33- La société Logiyonne était tenue, en sa qualité de commissionnaire de transport, de tout mettre en oeuvre pour permettre le bon acheminement de la marchandise et agir au mieux des intérêts de son client, la société JAF Global. Ses obligations impliquaient non-seulement la livraison des marchandises dans les délais, mais également l’accomplissement de tous les actes juridiques nécessaires au déplacement de marchandises pour le compte de la société JAF Global.
34- Il n’est pas contesté que si les grumes de bois sont bien arrivées à Shangaï, elles n’ont pas pu être livrées au destinataire final car les certificats phytosanitaires n’étaient pas joints.
35- Or, si la société Logiyonne justifie avoir demandé à la société JAF divers documents nécessaires à l’établissement des certificats phytosanitaires, et que cette dernière a tardé à les lui renvoyer, elle a toutefois chargé les marchandises sans les certificats phytosanitaires requis par les autorités chinoises pour permettre leur déchargement.
36- Elle ne peut dès lors s’exonérer en invoquant le simple retard de transmission des documents par la société JAF qui, même s’il est établi, ne constitue pas une cause étrangère au sens de l’article L. 132-4 susrappelé, ce d’autant que la société Logiyonne a demandé et obtenu un délai supplémentaire du Service Régional Alimentation du Limousin pour transmettre les documents nécessaires, mais qu’elle n’en a informé la société JAF Global que par mail en date du 29 juin 2019 sans lui préciser la date limite exacte, manquant ainsi en outre à son obligation de conseil, et qu’elle a néanmoins chargé les grumes le 5 juillet, sans avoir obtenu les certificats qu’elle n’a demandés qu’après l’embarquement des marchandises le 20 juillet 2016 par mail à la Direction Régionale du Ministère de l’Agriculture de l’Agroalimentaire et de la Forêt du Limousin, ce à quoi il a été répondu que la demande était tardive.

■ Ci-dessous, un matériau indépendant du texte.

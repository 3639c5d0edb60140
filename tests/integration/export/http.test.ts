import Database from 'better-sqlite3';
import { unzipSync } from 'fflate';
import { afterAll, beforeAll, describe, expect, it } from 'vitest';
import { readDemo, signInOf, type DemoFile } from '../../support/demo';
import { Client } from '../../support/http';
import { startServer, type TestServer } from '../../support/server';

const FILES = ['answers.csv', 'answers.csv?names=yes', 'answers.xlsx', 'reproduce.zip'];

let server: TestServer;
let demo: DemoFile;
let winemaker: Client;
let cellar: string;
let idOf: (state: string) => string;

beforeAll(async () => {
  server = await startServer({ demo: true });
  demo = readDemo(server.folder);
  winemaker = await signedIn('winemaker');
  const sqlite = new Database(server.databaseFile, { readonly: true });
  cellar = sqlite.prepare('SELECT slug FROM cellars').pluck().get() as string;
  const ids = new Map(sqlite.prepare('SELECT state, id FROM sessions ORDER BY method DESC').raw().all() as [string, string][]);
  sqlite.close();
  idOf = (state) => ids.get(state)!;
});
afterAll(() => server?.stop());

async function signedIn(role: string): Promise<Client> {
  const client = new Client(server.url);
  const { email, password } = signInOf(demo, role);
  await client.signIn(email, password);
  return client;
}

const results = (id: string, slug = cellar) => `/api/v1/c/${slug}/sessions/${id}/results`;

/** Status and bytes of each file, and of the results as JSON last. */
const answersTo = (client: Client, id: string, slug?: string) =>
  Promise.all([...FILES.map((file) => `${results(id, slug)}/${file}`), results(id, slug)].map(async (path) => {
    const answer = await client.request(path);
    return { status: answer.status, type: answer.headers.get('content-type'), text: await answer.text() };
  }));

/** Each file is refused with that status, in the very bytes in which the results are. */
async function expectRefusal(client: Client, status: number, id: string, slug?: string): Promise<void> {
  const all = await answersTo(client, id, slug);
  for (const answer of all) expect(answer).toEqual({ ...all.at(-1)!, status, type: 'application/json' });
}

describe('the files of a session', () => {
  it('are linked from the results page and come as downloads that nothing keeps', async () => {
    const page = await winemaker.get(`/c/${cellar}/sessions/${idOf('unsealed')}/results`);
    expect(page.text).toContain('Take it with you');
    const links = [...page.document.querySelectorAll<HTMLAnchorElement>(`a[href^="${results(idOf('unsealed'))}/"]`)].map((link) => link.getAttribute('href')!);
    expect(links).toHaveLength(5);
    for (const href of links) {
      const answer = await winemaker.request(href);
      expect(answer.status).toBe(200);
      expect(answer.headers.get('cache-control')).toContain('no-store');
      expect(answer.headers.get('x-content-type-options')).toBe('nosniff');
      const ending = new URL(href, server.url).pathname.split('/').at(-1)!.replace('.', '\\.');
      expect(answer.headers.get('content-disposition')).toMatch(new RegExp(`^attachment; filename="[a-z0-9-]+-${ending}"$`));
      const bytes = new Uint8Array(await answer.arrayBuffer());
      if (href.endsWith('.zip')) expect(Object.keys(unzipSync(bytes))).toContain('R/lines.R');
      else if (href.includes('.xlsx')) expect(Object.keys(unzipSync(bytes))).toContain('xl/workbook.xml');
      else expect([...bytes.slice(0, 7)]).toEqual([0xef, 0xbb, 0xbf, ...new TextEncoder().encode('seat')]);
    }
  });

  it('are refused before unsealing, as the results are', async () => {
    for (const state of ['draft', 'open']) await expectRefusal(winemaker, 409, idOf(state));
  });

  it('are not there in another cellar, nor of no session', async () => {
    await expectRefusal(winemaker, 404, idOf('unsealed'), 'other-cellar');
    await expectRefusal(winemaker, 404, 'no-such-session');
  });

  it('are refused to strangers, to a panelist who holds only a seat, and to a member without a role', async () => {
    await expectRefusal(new Client(server.url), 401, idOf('unsealed'));
    const guest = new Client(server.url);
    await guest.submitForm(await guest.get(demo.joinPath), 'Take a seat', { displayName: 'Wren', seatRole: 'taste', isOfAge: true, hasRead: true });
    await expectRefusal(guest, 401, idOf('unsealed'));
    const hand = await signedIn('cellar hand');
    const sqlite = new Database(server.databaseFile);
    sqlite.prepare('DELETE FROM membership_roles WHERE user_id = (SELECT id FROM users WHERE email = ?)').run(signInOf(demo, 'cellar hand').email);
    sqlite.close();
    await expectRefusal(hand, 403, idOf('unsealed'));
  });
});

37- Aucune cause étrangère n’étant ainsi démontrée par la société Logiyonne, il convient de déclarer la société Logiyonne responsable de plein droit de la non-délivrance des certificats phytosanitaires en raison du manquement à son obligation de résultat, et il appartient en conséquence à la société
Logiyonne d’indemniser son commettant à raison de l’ensemble des dommages résultant de la mauvaise exécution du transport qu’il a été chargé d’organiser qui a été chiffré au montant payé au titre des surestaries, sur la base de factures non contestées, pour un montant de 82.359,76'.
'' Sur la demande en paiement et la compensation judiciaire
38- La société JAF Global demande la compensation judiciaire de sa créance de 82.359,76' avec la créance de la société Logiyonne dont le montant, évalué sur la base des factures versées aux débats, et qui n’est pas contesté, s’élève à la somme de 66 762,62 euros.

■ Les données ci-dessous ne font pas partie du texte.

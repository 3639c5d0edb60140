import type { ReactNode } from 'react';
import { WordsProvider } from '@/components/i18n/words';
import { Word } from '@/components/ui/mark';
import type { Wordlist } from '@/lib/i18n/words';
import { ViewMenu } from './view-menu';

/** A narrow page of a panelist or a cellar hand, in the device's language. */
export function PhonePage({ title, list, children }: { title: ReactNode; list: Wordlist; children: ReactNode }) {
  return (
    <WordsProvider list={list}>
      <div className="phone" lang={list.locale}>
        <header className="bar"><span style={{ fontSize: '1.125rem' }}><Word size={20} /></span><ViewMenu /></header>
        <main className="phone-body" id="main">
          <h1>{title}</h1>
          {children}
        </main>
      </div>
    </WordsProvider>
  );
}
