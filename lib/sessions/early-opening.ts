import 'server-only';
import { getDb } from '@/db/client';
import { earlyOpenings, servings } from '@/db/schema';
import { and, eq, isNull } from 'drizzle-orm';
import { recordAudit } from '../audit/record';
import { requireCapability, type Access } from '../auth/access';
import { takeOut } from '../blind/vault';
import { AppError } from '../errors';
import { now } from '../clock';
import { newId } from '../ids';
import { findSession, requireState } from './find';
import { closeAndUnseal } from './lifecycle';

/**
 * Asks to open the key before its time: one code in an emergency, or the whole session.
 * Nothing opens until a second person approves.
 * @param code null asks for the whole session
 */
export function requestEarlyOpening(access: Access, sessionId: string, code: string | null, reason: string): string {
  requireCapability(access, 'session.run');
  return getDb().transaction((tx) => {
    const session = findSession(tx, access.cellar.id, sessionId);
    requireState(session, 'sealed', 'open', 'closed');
    if (code !== null && !tx.select({ id: servings.id }).from(servings).where(and(eq(servings.sessionId, sessionId), eq(servings.code, code))).get()) {
      throw new AppError('invalid', 'No glass of this session has that code.', { code: 'No glass has this code' });
    }
    const id = newId();
    tx.insert(earlyOpenings).values({ id, cellarId: session.cellarId, sessionId, code, reason, requestedBy: access.user.id, requestedAt: now() }).run();
    recordAudit(tx, {
      cellarId: session.cellarId, sessionId, actorUserId: access.user.id, action: 'early_opening.requested',
      subjectType: 'early_opening', subjectId: id, detail: { scope: code === null ? 'session' : 'one code', reason },
    });
    return id;
  }, { behavior: 'immediate' });
}

function findOpening(tx: Parameters<typeof findSession>[0], cellarId: string, openingId: string) {
  const row = tx.select().from(earlyOpenings).where(and(eq(earlyOpenings.id, openingId), eq(earlyOpenings.cellarId, cellarId))).get();
  if (!row) throw new AppError('not_found');
  return row;
}

/**
 * The second person's word. Approving the whole session closes and unseals it.
 * @throws AppError `forbidden` when it is the person who asked, `conflict` when it was decided before
 */
export function decideEarlyOpening(access: Access, openingId: string, isApproved: boolean): void {
  requireCapability(access, 'session.run');
  getDb().transaction((tx) => {
    const opening = findOpening(tx, access.cellar.id, openingId);
    if (opening.requestedBy === access.user.id && isApproved) throw new AppError('forbidden', 'A second person must approve: not the one who asked.');
    const at = now();
    const decided = tx
      .update(earlyOpenings)
      .set(isApproved ? { approvedBy: access.user.id, approvedAt: at } : { refusedAt: at })
      .where(and(eq(earlyOpenings.id, openingId), isNull(earlyOpenings.approvedAt), isNull(earlyOpenings.refusedAt)))
      .run();
    if (decided.changes !== 1) throw new AppError('conflict', 'That request was decided before.');
    recordAudit(tx, {
      cellarId: opening.cellarId, sessionId: opening.sessionId, actorUserId: access.user.id,
      action: isApproved ? 'early_opening.approved' : 'early_opening.refused', subjectType: 'early_opening', subjectId: openingId,
    });
    if (isApproved && opening.code === null) closeAndUnseal(tx, access, opening.sessionId, opening.reason);
  }, { behavior: 'immediate' });
}

/**
 * The one sample that an approved request opened. Only the two who stand for it may read it, and
 * each reading is logged.
 */
export function readEarlyOpening(access: Access, openingId: string): string {
  return getDb().transaction((tx) => {
    const opening = findOpening(tx, access.cellar.id, openingId);
    if (!opening.approvedAt || opening.code === null) throw new AppError('wrong_state', 'This request has not been approved.');
    if (access.user.id !== opening.requestedBy && access.user.id !== opening.approvedBy) throw new AppError('forbidden');
    const plan = takeOut(tx, opening.cellarId, opening.sessionId);
    const labels = new Set(plan.servings.filter((s) => s.code === opening.code).map((s) => plan.samples[s.sample - 1]!.label));
    recordAudit(tx, {
      cellarId: opening.cellarId, sessionId: opening.sessionId, actorUserId: access.user.id, action: 'key.read_one_code',
      subjectType: 'early_opening', subjectId: openingId,
    });
    return [...labels].join(', ');
  }, { behavior: 'immediate' });
}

39- A cet égard, il convient de rappeler que lorsque deux personnes se trouvent débitrices l’une envers l’autre, il s’opère entre elles une compensation qui éteint les deux dettes.

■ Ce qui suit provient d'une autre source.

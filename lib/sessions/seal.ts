import 'server-only';
import { getDb, type Tx } from '@/db/client';
import { ballotItems, descriptors, fills, lots, pulls, sampleComponents, samples, seats, servings, sessions, vessels } from '@/db/schema';
import { and, asc, eq } from 'drizzle-orm';
import { randomBytes, randomInt } from 'node:crypto';
import { shuffled } from '@/stats';
import { recordAudit } from '../audit/record';
import { requireCapability, type Access } from '../auth/access';
import type { PlanFile } from '../blind/plan-file';
import { putAway } from '../blind/vault';
import { AppError } from '../errors';
import { now } from '../clock';
import { newId } from '../ids';
import { methodOf } from '../methods';
import { systemDraw } from '../methods/draw';
import type { Draw } from '../methods/types';
import { findSession, requireState, type SessionRow } from './find';
import { listMissing } from './readiness';

const JOIN_KEY_ALPHABET = 'abcdefghijklmnopqrstuvwxyz234567';

/** 80 random bits for the link that a QR code carries. */
const newJoinKey = () => Array.from(randomBytes(16), (byte) => JOIN_KEY_ALPHABET[byte % 32]).join('');

/** Six digits that no other session in use has. */
function newJoinCode(tx: Tx): string {
  for (let tries = 0; tries < 50; tries += 1) {
    const code = String(randomInt(100_000, 1_000_000));
    if (!tx.select({ id: sessions.id }).from(sessions).where(eq(sessions.joinCode, code)).get()) return code;
  }
  throw new AppError('busy', 'No join code is free just now. Close an older session.');
}

/** Sealing copies the lexicon's words, so that later edits there change nothing here. */
function fixBallot(tx: Tx, session: SessionRow): PlanFile['ballot'] {
  const lines = tx
    .select({ id: ballotItems.id, item: ballotItems.position, phase: ballotItems.phase, kind: ballotItems.kind, descriptor: descriptors })
    .from(ballotItems)
    .innerJoin(descriptors, eq(descriptors.id, ballotItems.descriptorId))
    .where(eq(ballotItems.sessionId, session.id))
    .orderBy(asc(ballotItems.position))
    .all();
  return lines.map(({ id, item, phase, kind, descriptor }) => {
    const { name, definition, lowAnchor, highAnchor } = descriptor;
    tx.update(ballotItems).set({ name, definition, lowAnchor, highAnchor }).where(eq(ballotItems.id, id)).run();
    return { item, phase, kind, name };
  });
}

function describeSamples(tx: Tx, session: SessionRow): PlanFile['samples'] {
  const own = tx.select().from(samples).where(eq(samples.sessionId, session.id)).orderBy(asc(samples.ordinal)).all();
  return own.map((sample, index) => ({
    sample: index + 1,
    label: sample.label,
    components: tx
      .select({ vessel: vessels.name, lot: lots.code, pulledAt: pulls.pulledAt, share: sampleComponents.share })
      .from(sampleComponents)
      .innerJoin(pulls, eq(pulls.id, sampleComponents.pullId))
      .innerJoin(fills, eq(fills.id, pulls.fillId))
      .innerJoin(vessels, eq(vessels.id, fills.vesselId))
      .innerJoin(lots, eq(lots.id, fills.lotId))
      .where(eq(sampleComponents.sampleId, sample.id))
      .orderBy(asc(vessels.name))
      .all()
      .map((part) => ({ ...part, pulledAt: part.pulledAt.toISOString() })),
  }));
}

/** Which lettered bottle each sample goes into, drawn apart from the codes. */
const drawLetters = (count: number, draw: Draw) => shuffled(Array.from({ length: count }, (_, i) => String.fromCharCode(65 + i)), draw).map((letter, i) => ({ sample: i + 1, letter }));

/** The sample of a constant reference: the control, or else the first. */
function referenceOf(tx: Tx, sessionId: string): number {
  const own = tx.select({ isControl: samples.isControl }).from(samples).where(eq(samples.sessionId, sessionId)).orderBy(asc(samples.ordinal)).all();
  return Math.max(1, own.findIndex((sample) => sample.isControl) + 1);
}

/** Numbered seats, then reserves: each with its own plan. @returns the seats' ids in order */
function makeSeats(tx: Tx, session: SessionRow): string[] {
  const count = session.seatsPlanned + session.reservesPlanned;
  const ids = Array.from({ length: count }, newId);
  ids.forEach((id, index) => {
    tx.insert(seats).values({ id, cellarId: session.cellarId, sessionId: session.id, number: index + 1, isReserve: index >= session.seatsPlanned }).run();
  });
  return ids;
}

/**
 * Fixes the serving plan, draws the codes, puts the key away encrypted and publishes the
 * commitment. From here on nothing of the session's design can change.
 * @param draw the source of chance; the system's unless a test passes a seeded one
 * @returns the commitment (SHA-256 of the plan file, hex)
 * @throws AppError `forbidden`, `not_found`, `wrong_state`, `invalid` (what is missing)
 */
export function sealSession(access: Access, sessionId: string, draw: Draw = systemDraw): string {
  requireCapability(access, 'session.design');
  return getDb().transaction((tx) => {
    const session = findSession(tx, access.cellar.id, sessionId);
    requireState(session, 'draft');
    const missing = listMissing(tx, session);
    if (missing.length > 0) throw new AppError('invalid', missing.join(' '));

    const sealedAt = now();
    const ballot = fixBallot(tx, session);
    const described = describeSamples(tx, session);
    const seatIds = makeSeats(tx, session);
    const planned = methodOf(session.method).plan({ sampleCount: described.length, seatCount: seatIds.length, replicates: session.replicates, reference: referenceOf(tx, session.id) }, draw);
    for (const { seat, block, position, code } of planned) {
      tx.insert(servings).values({ id: newId(), cellarId: session.cellarId, sessionId, seatId: seatIds[seat - 1]!, block, position, code }).run();
    }
    const commitment = putAway(tx, session.cellarId, {
      format: 'tercet-plan-1',
      session: { id: sessionId, title: session.title, method: session.method, sealedAt: sealedAt.toISOString() },
      salt: randomBytes(32).toString('hex'),
      samples: described,
      ...(session.coding === 'two_step' && { letters: drawLetters(described.length, draw) }),
      ballot,
      servings: planned.map(({ seat, block, position, code, sample }) => ({ seat, block, position, code, sample })),
    }, sealedAt);
    tx.update(sessions)
      .set({ state: 'sealed', sealedAt, joinCode: newJoinCode(tx), joinKey: newJoinKey(), version: session.version + 1 })
      .where(and(eq(sessions.id, sessionId), eq(sessions.state, 'draft')))
      .run();
    recordAudit(tx, {
      cellarId: session.cellarId, sessionId, actorUserId: access.user.id, action: 'session.sealed',
      subjectType: 'session', subjectId: sessionId, detail: { commitment, seats: seatIds.length, servings: planned.length },
    });
    return commitment;
  }, { behavior: 'immediate' });
}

40- En l’espèce, la créance indemnitaire accordée par la présente décision au profit de la société JAF Global envers la société Logiyonne peut donc venir en compensation de la créance contractuelle de celle-ci envers celle-là.
41- Il sera donc fait droit à la demande de compensation judiciaire de sorte que le jugement du tribunal de commerce sera confirmé sur ce point également.
42- La société Logiyonne succombant en ses demandes, sera déboutée également de sa demande d’indemnité pour résistance abusive.
43- Il y a lieu de faire droit à la demande d’indemnisation au titre des frais irrépétibles dans les conditions figurant au dispositif ci-après.
VI/ DISPOSITIF
Par ces motifs, la Cour
1 – Confirme le jugement entrepris en toutes ses dispositions,
Y ajoutant,
2- Condamne la société Logiyonne à payer à la société JAF Global la somme de 4000 euros au titre de l’article 700 du code de procédure civile.
3- Condamne la société Logiyonne aux dépens.